_INPUT RECORDS:_
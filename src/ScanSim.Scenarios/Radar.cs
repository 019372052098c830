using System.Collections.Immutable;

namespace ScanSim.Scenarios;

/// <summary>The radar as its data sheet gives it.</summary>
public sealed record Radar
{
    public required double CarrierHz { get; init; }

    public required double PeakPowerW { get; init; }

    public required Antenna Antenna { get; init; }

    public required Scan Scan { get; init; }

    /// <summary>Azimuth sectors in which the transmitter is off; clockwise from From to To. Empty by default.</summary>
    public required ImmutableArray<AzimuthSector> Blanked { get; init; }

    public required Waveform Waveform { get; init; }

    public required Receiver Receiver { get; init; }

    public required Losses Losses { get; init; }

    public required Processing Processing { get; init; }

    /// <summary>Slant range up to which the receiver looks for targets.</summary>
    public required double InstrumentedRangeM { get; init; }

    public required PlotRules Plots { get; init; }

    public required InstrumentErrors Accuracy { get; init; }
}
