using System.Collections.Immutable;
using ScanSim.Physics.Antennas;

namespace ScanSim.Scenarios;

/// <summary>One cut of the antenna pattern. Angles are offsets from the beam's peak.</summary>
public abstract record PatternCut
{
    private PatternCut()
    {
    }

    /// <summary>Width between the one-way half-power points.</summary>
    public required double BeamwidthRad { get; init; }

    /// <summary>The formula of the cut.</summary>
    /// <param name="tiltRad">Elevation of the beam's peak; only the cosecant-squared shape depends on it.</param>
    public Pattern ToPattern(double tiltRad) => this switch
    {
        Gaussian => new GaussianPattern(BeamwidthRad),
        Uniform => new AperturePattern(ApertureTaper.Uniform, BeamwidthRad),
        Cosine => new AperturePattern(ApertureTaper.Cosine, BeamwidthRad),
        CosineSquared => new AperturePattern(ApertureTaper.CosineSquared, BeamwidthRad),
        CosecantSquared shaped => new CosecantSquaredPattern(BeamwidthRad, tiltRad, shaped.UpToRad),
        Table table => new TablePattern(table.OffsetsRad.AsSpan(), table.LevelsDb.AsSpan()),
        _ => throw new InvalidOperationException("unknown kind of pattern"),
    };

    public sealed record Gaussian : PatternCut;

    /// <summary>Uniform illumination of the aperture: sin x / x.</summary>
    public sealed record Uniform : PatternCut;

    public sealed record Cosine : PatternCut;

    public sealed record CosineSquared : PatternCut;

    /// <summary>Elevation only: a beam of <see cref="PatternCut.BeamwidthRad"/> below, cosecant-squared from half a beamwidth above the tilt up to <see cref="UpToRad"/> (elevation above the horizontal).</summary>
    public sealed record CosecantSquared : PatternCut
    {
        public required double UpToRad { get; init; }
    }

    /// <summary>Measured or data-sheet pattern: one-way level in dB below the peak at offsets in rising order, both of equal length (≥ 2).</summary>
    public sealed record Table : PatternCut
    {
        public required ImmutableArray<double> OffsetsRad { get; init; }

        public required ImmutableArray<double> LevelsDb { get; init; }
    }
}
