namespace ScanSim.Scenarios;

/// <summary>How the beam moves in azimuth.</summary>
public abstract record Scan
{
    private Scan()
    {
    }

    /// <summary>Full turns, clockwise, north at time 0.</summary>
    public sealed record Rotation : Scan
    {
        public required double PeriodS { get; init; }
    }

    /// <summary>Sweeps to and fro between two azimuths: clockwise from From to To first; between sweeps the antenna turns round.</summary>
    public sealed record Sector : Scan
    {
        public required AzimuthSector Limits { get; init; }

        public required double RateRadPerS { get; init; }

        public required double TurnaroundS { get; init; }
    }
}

_WHAT IS REQUIRED:_ Starting at the line that contains "moves in azimuth.</summary>", print every line through the end of the listing, word for word. Leave out all the rest.

_TASK RESULT:_
/// <summary>How the beam moves in azimuth.</summary>
public abstract record Scan
{
    private Scan()
    {
    }

    /// <summary>Full turns, clockwise, north at time 0.</summary>
    public sealed record Rotation : Scan
    {
        public required double PeriodS { get; init; }
    }

    /// <summary>Sweeps to and fro between two azimuths: clockwise from From to To first; between sweeps the antenna turns round.</summary>
    public sealed record Sector : Scan
    {
        public required AzimuthSector Limits { get; init; }

        public required double RateRadPerS { get; init; }

        public required double TurnaroundS { get; init; }
    }
}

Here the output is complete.